The answer must consist only of the lines from the line with "Reordered with a" to the line with "if diffs, err", both included, exactly as they stand below.

------------------------------------------------

package randomize

import (
	"bytes"
	"crypto/hmac"
	"crypto/sha256"
	"encoding/hex"
	"encoding/json"
	"fmt"
	"slices"
	"testing"

	"github.com/allotproject/allot/design"
)

// blindPlan has 6 treatments in 4 blocks: 720^3 ways to group the units
// by treatment up to names, so a wrong seed fits the code groups of a
// sealed layout with probability below 3·10^-9.
func blindPlan(mode string, seed uint64) design.Plan {
	p := plan(design.RCBD, 4, []int{1, 1, 1, 1, 1, 1}, design.Factor{Name: "dose", Levels: []string{"d0", "d1", "d2", "d3", "d4", "d5"}})
	p.Blind, p.BlindMode, p.Seed = true, mode, seed
	return p
}

// TestSameSeedOtherCodes: two blind runs with the same seed give the same
// allocation and different codes (each run draws its own secret).
func TestSameSeedOtherCodes(t *testing.T) {
	for _, mode := range []string{design.BlindTreatment, design.BlindUnit} {
		t.Run(mode, func(t *testing.T) {
			a, err := Assign(blindPlan(mode, 11))
			if err != nil {
				t.Fatal(err)
			}
			b, err := Assign(blindPlan(mode, 11))
			if err != nil {
				t.Fatal(err)
			}
			if bytes.Equal(a.Secret, b.Secret) || len(a.Secret) != SecretBytes {
				t.Fatalf("secrets %x %x", a.Secret, b.Secret)
			}
			same := 0
			for i := range a.Units {
				if a.Units[i].Treatment != b.Units[i].Treatment || a.Units[i].ID != b.Units[i].ID {
					t.Fatalf("unit %d: allocation differs between runs with the same seed", i)
				}
				if a.Units[i].Code == b.Units[i].Code {
					same++
				}
			}
			if same == len(a.Units) {
				t.Errorf("codes identical in two runs: %v", a.Codes)
			}
			// The allocation is that of the plan without blinding.
			p := blindPlan(mode, 11)
			p.Blind, p.BlindMode = false, ""
			open, _ := Assign(p)
			for i := range open.Units {
				if open.Units[i].Treatment != a.Units[i].Treatment {
					t.Fatalf("blinding changed the allocation at unit %d", i)
				}
			}
		})
	}
}

// TestSeedSearchFindsNothing plays the attacker: with the workbook's sealed
// layout (plan without seed, each unit's code), search seeds 0..10^6 for
// (a) codes drawn from the seed, as before secrets, and (b) an allocation
// whose treatment groups match the groups of units sharing a code. Neither
// finds the seed of a layout whose seed was drawn by allot.
func TestSeedSearchFindsNothing(t *testing.T) {
	if testing.Short() {
		t.Skip("seed search over 10^6 seeds (about 2 s)")
	}
	seed, err := NewSeed()
	if err != nil {
		t.Fatal(err)
	}
	for seed <= 1_000_000 {
		seed, _ = NewSeed()
	}
	l, err := Assign(blindPlan(design.BlindTreatment, seed))
	if err != nil {
		t.Fatal(err)
	}
	sealed := l.Sealed()
	if sealed.Plan.Seed != 0 || sealed.Plan.Fingerprint() != l.Plan.Fingerprint() {
		t.Fatal("the sealed plan keeps its seed, or its fingerprint depends on it")
	}
	hits := seedSearch(sealed, 1_000_000)
	if len(hits) > 0 {
		t.Errorf("seed search recovered candidate seeds %v", hits)
	}
}

// TestGivenSmallSeedIsFound shows why layout warns about --seed with
// --blind treatment: a guessable seed is found from the code groups.
func TestGivenSmallSeedIsFound(t *testing.T) {
	l, err := Assign(blindPlan(design.BlindTreatment, 4242))
	if err != nil {
		t.Fatal(err)
	}
	if hits := seedSearch(l.Sealed(), 10_000); !slices.Equal(hits, []uint64{4242}) {
		t.Errorf("search of 0..10^4 found %v, not 4242", hits)
	}
	// With one code per unit the groups say nothing: every seed fits, and
	// the search cannot tell the seed used.
	u, _ := Assign(blindPlan(design.BlindUnit, 4242))
	if hits := seedSearch(u.Sealed(), 1000); len(hits) != 1001 {
		t.Errorf("per-unit codes: %d of 1001 seeds fit, want all", len(hits))
	}
}

// seedSearch returns the seeds in 0..n whose codes (step 6 without a
// secret) appear in s, or whose allocation groups units as s's codes do.
func seedSearch(s design.Layout, n uint64) []uint64 {
	p := s.Plan
	nt := len(p.Reps)
	visible := map[string]bool{}
	for _, u := range s.Units {
		visible[u.Code] = true
	}
	var hits []uint64
	slots := make([]int, 0, p.BlockSize())
	for seed := uint64(0); seed <= n; seed++ {
		all := true
		for _, c := range Codes(seed, nt) {
			all = all && visible[c]
		}
		if all && len(visible) == nt {
			hits = append(hits, seed)
		}
		// Partition attack: units that share a code must share a
		// treatment under the candidate seed's allocation.
		treatOf := make(map[string]int, len(visible))
		ok := true
		i := 0
		for b := 1; b <= p.Blocks && ok; b++ {
			slots = slots[:0]
			for t, r := range p.Reps {
				for k := 0; k < r; k++ {
					slots = append(slots, t)
				}
			}
			Shuffle(Stream(seed, uint64(b)), slots)
			for _, t := range slots {
				c := s.Units[i].Code
				i++
				if t0, seen := treatOf[c]; !seen {
					treatOf[c] = t
				} else if t0 != t {
					ok = false
					break
				}
			}
		}
		if ok && (len(hits) == 0 || hits[len(hits)-1] != seed) {
			hits = append(hits, seed)
		}
	}
	return hits
}

func TestKeyedCodes(t *testing.T) {
	secret := bytes.Repeat([]byte{1}, 32)
	for _, n := range []int{1, 4, 106, 107, 5000, 100000} {
		c := KeyedCodes(secret, 7, n)
		seen := map[string]bool{}
		for _, x := range c {
			if len(x) != KeyedCodeLength(n) || seen[x] {
				t.Fatalf("n=%d: code %q repeated or of the wrong length", n, x)
			}
			seen[x] = true
		}
	}
	if KeyedCodeLength(106) != 3 || KeyedCodeLength(107) != 4 || KeyedCodeLength(1_000_000) != 6 {
		t.Errorf("code lengths %d %d %d", KeyedCodeLength(106), KeyedCodeLength(107), KeyedCodeLength(1_000_000))
	}
	other := KeyedCodes(bytes.Repeat([]byte{2}, 32), 7, 4)
	if slices.Equal(other, KeyedCodes(secret, 7, 4)) {
		t.Error("codes do not depend on the secret")
	}
	if slices.Equal(KeyedCodes(secret, 8, 4), KeyedCodes(secret, 7, 4)) {
		t.Error("codes do not depend on the seed")
	}
}

// TestUnblindRefusesEditedKeys: a key with codes reordered, of another
// randomisation or another plan does not unblind.
func TestUnblindRefusesEditedKeys(t *testing.T) {
	for _, mode := range []string{design.BlindTreatment, design.BlindUnit} {
		t.Run(mode, func(t *testing.T) {
			l, err := Assign(blindPlan(mode, 99))
			if err != nil {
				t.Fatal(err)
			}
			sealed := l.Sealed()
			key := design.KeyOf(l)
			got, err := Unblind(sealed, key)
			if err != nil {
				t.Fatal(err)
			}
			for i := range got.Units {
				if got.Units[i].Treatment != l.Units[i].Treatment {
					t.Fatalf("unit %d unblinded wrongly", i)
				}
			}
			swapped := key
			if mode == design.BlindUnit {
				swapped.Units = slices.Clone(key.Units)
				swapped.Units[0].Treatment, swapped.Units[1].Treatment = key.Units[1].Treatment, key.Units[0].Treatment
				if swapped.Units[0].Treatment == key.Units[0].Treatment {
					swapped.Units[0].Treatment, swapped.Units[2].Treatment = key.Units[2].Treatment, key.Units[0].Treatment
				}
			} else {
				swapped.Codes = slices.Clone(key.Codes)
				swapped.Codes[0], swapped.Codes[1] = key.Codes[1], key.Codes[0]
			}
			if _, err := Unblind(sealed, swapped); err == nil {
				t.Error("a key with codes reordered (MAC not renewed) unblinded")
			}
			if _, err := design.ParseKey(mustJSON(t, swapped)); err == nil {
				t.Error("ParseKey accepted a key whose MAC does not match")
			}
			// Reordered with a MAC recomputed by someone holding the key:
			// the re-derivation still refuses it.
			resealed := swapped
			resealed.MAC = ""
			resealed.MAC = macOf(resealed)
			if _, err := Unblind(sealed, resealed); err == nil {
				t.Error("a reordered key with a valid MAC unblinded")
			}
			other, _ := Assign(blindPlan(mode, 99))
			if _, err := Unblind(sealed, design.KeyOf(other)); err == nil {
				t.Error("the key of another randomisation (same seed, other secret) unblinded")
			}
			p2 := blindPlan(mode, 99)
			p2.Title = "another"
			l2, _ := Assign(p2)
			if _, err := Unblind(sealed, design.KeyOf(l2)); err == nil {
				t.Error("the key of another plan unblinded")
			}
		})
	}
}

func TestVerifyDuplicateAndSpares(t *testing.T) {
	l, err := Assign(goldenCases()["rcbd"])
	if err != nil {
		t.Fatal(err)
	}
	dup := l
	dup.Units = append(slices.Clone(l.Units), l.Units[3])
	diffs, err := Verify(dup)
	if err != nil || len(diffs) == 0 {
		t.Errorf("a layout with unit %s twice verifies: %v %v", l.Units[3].ID, diffs, err)
	}
	p := perBlockPlan([]int{5, 8, 6}, 4)
	sp, err := Assign(p)
	if err != nil {
		t.Fatal(err)
	}
	if diffs, err := Verify(sp); err != nil || diffs != nil {
		t.Fatalf("spare layout does not verify: %v %v", diffs, err)
	}
	bad := sp
	bad.Spares = slices.Clone(sp.Spares)
	bad.Spares[0].ID = sp.Units[0].ID
	if diffs, _ := Verify(bad); len(diffs) == 0 {
		t.Error("a wrong spare list verifies")
	}
}

// perBlockPlan is a 4-treatment plan on a unit list with blocks of the
// given sizes, k units taken per block.
func perBlockPlan(sizes []int, k int) design.Plan {
	p := plan(design.RCBD, len(sizes), []int{1, 1, 1, 1}, design.Factor{Name: "dose", Levels: []string{"a", "b", "c", "d"}})
	p.BlockName, p.PerBlock = "litter", k
	for b, n := range sizes {
		for i := 0; i < n; i++ {
			p.Units = append(p.Units, design.UnitSpec{ID: fmt.Sprintf("L%d-%d", b+1, i+1), Block: b + 1, BlockLabel: fmt.Sprintf("L%d", b+1)})
		}
	}
	return p
}

func TestPerBlock(t *testing.T) {
	p := perBlockPlan([]int{5, 8, 6, 4}, 4)
	l, err := Assign(p)
	if err != nil {
		t.Fatal(err)
	}
	per := map[int]int{}
	for _, u := range l.Units {
		per[u.Block]++
	}
	spare := map[int]int{}
	for _, s := range l.Spares {
		spare[s.Block]++
	}
	for b, n := range []int{5, 8, 6, 4} {
		if per[b+1] != 4 || spare[b+1] != n-4 {
			t.Errorf("litter %d: %d used, %d spare; want 4 and %d", b+1, per[b+1], spare[b+1], n-4)
		}
	}
	if p.DesignName() != "randomised complete block design" || p.NumUnits() != 16 {
		t.Errorf("%s, %d units", p.DesignName(), p.NumUnits())
	}
	if err := l.Check(); err != nil {
		t.Fatal(err)
	}
}

// TestSpareAndPlaceUniformity: every unit of a block is equally likely to
// be spare (step 7) and every grid place equally likely to be used (step
// 8), over 20,000 seeds (chi-square against equal counts, p > 0.001).
func TestSpareAndPlaceUniformity(t *testing.T) {
	if testing.Short() {
		t.Skip("20,000 layouts (about 2 s)")
	}
	const seeds = 20000
	sp := perBlockPlan([]int{7, 4}, 4)
	usedCount := make([]float64, 7)
	g := plan(design.RCBD, 2, []int{1, 1, 1, 1}, design.Factor{Name: "feed", Levels: []string{"a", "b", "c", "d"}})
	g.Grid = &design.Grid{Rows: 2, Cols: 3, Numbering: design.Serpentine, Placement: design.RandomPlaces}
	placeCount := make([]float64, 6)
	pairCount := make([]float64, 15) // which 2 of the 6 places stay empty
	for s := uint64(0); s < seeds; s++ {
		sp.Seed = s*7919 + 1
		l, err := Assign(sp)
		if err != nil {
			t.Fatal(err)
		}
		for _, u := range l.Units {
			if u.Block == 1 {
				var i int
				fmt.Sscanf(u.ID, "L1-%d", &i)
				usedCount[i-1]++
			}
		}
		g.Seed = s*7919 + 1
		gl, err := Assign(g)
		if err != nil {
			t.Fatal(err)
		}
		used := make([]bool, 6)
		for _, u := range gl.Units[:4] {
			k := (u.Row-1)*3 + u.Col - 1
			placeCount[k]++
			used[k] = true
		}
		pair := 0
		for a := 0; a < 6; a++ {
			for b := a + 1; b < 6; b++ {
				if !used[a] && !used[b] {
					pairCount[pair]++
				}
				pair++
			}
		}
	}
	for name, c := range map[string][]float64{"units of litter 1 used": usedCount, "grid places used": placeCount, "pairs of empty places": pairCount} {
		pv := chi2p(c)
		t.Logf("%s: counts %v, chi-square p = %.3f", name, c, pv)
		if pv < 0.001 {
			t.Errorf("%s not uniform: p = %.2g", name, pv)
		}
	}
}

func mustJSON(t *testing.T, k design.Key) []byte {
	t.Helper()
	b, err := jsonMarshal(k)
	if err != nil {
		t.Fatal(err)
	}
	return b
}

func jsonMarshal(v any) ([]byte, error) { return json.Marshal(v) }

// macOf recomputes a key's MAC as design does (HMAC-SHA256 under the
// secret of "allot-key-2", NUL, and the key's JSON without the MAC).
func macOf(k design.Key) string {
	k.MAC = ""
	b, _ := json.Marshal(k)
	m := hmac.New(sha256.New, k.SecretBytes())
	m.Write([]byte(design.KeyFormat + "\x00"))
	m.Write(b)
	return hex.EncodeToString(m.Sum(nil))
}

// BenchmarkAssignUnitList lays out a unit list of litters (5 treatments,
// litters of 5), with and without per-unit blind codes.
func BenchmarkAssignUnitList(b *testing.B) {
	for _, mode := range []string{"", design.BlindUnit} {
		b.Run(fmt.Sprintf("units=100000/blind=%s", mode), func(b *testing.B) {
			p := plan(design.RCBD, 20000, []int{1, 1, 1, 1, 1}, design.Factor{Name: "dose", Levels: []string{"a", "b", "c", "d", "e"}})
			for i := 0; i < 100000; i++ {
				p.Units = append(p.Units, design.UnitSpec{ID: fmt.Sprintf("A%d", i), Block: i/5 + 1, BlockLabel: fmt.Sprintf("L%d", i/5+1)})
			}
			p.Blind, p.BlindMode = mode != "", mode
			secret := bytes.Repeat([]byte{7}, 32)
			b.ReportAllocs()
			for i := 0; i < b.N; i++ {
				if _, err := AssignSecret(p, secret); err != nil {
					b.Fatal(err)
				}
			}
		})
	}
}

------------------------------------------------

### Solution below
			// Reordered with a MAC recomputed by someone holding the key:
			// the re-derivation still refuses it.
			resealed := swapped
			resealed.MAC = ""
			resealed.MAC = macOf(resealed)
			if _, err := Unblind(sealed, resealed); err == nil {
				t.Error("a reordered key with a valid MAC unblinded")
			}
			other, _ := Assign(blindPlan(mode, 99))
			if _, err := Unblind(sealed, design.KeyOf(other)); err == nil {
				t.Error("the key of another randomisation (same seed, other secret) unblinded")
			}
			p2 := blindPlan(mode, 99)
			p2.Title = "another"
			l2, _ := Assign(p2)
			if _, err := Unblind(sealed, design.KeyOf(l2)); err == nil {
				t.Error("the key of another plan unblinded")
			}
		})
	}
}

func TestVerifyDuplicateAndSpares(t *testing.T) {
	l, err := Assign(goldenCases()["rcbd"])
	if err != nil {
		t.Fatal(err)
	}
	dup := l
	dup.Units = append(slices.Clone(l.Units), l.Units[3])
	diffs, err := Verify(dup)
	if err != nil || len(diffs) == 0 {
		t.Errorf("a layout with unit %s twice verifies: %v %v", l.Units[3].ID, diffs, err)
	}
	p := perBlockPlan([]int{5, 8, 6}, 4)
	sp, err := Assign(p)
	if err != nil {
		t.Fatal(err)
	}
	if diffs, err := Verify(sp); err != nil || diffs != nil {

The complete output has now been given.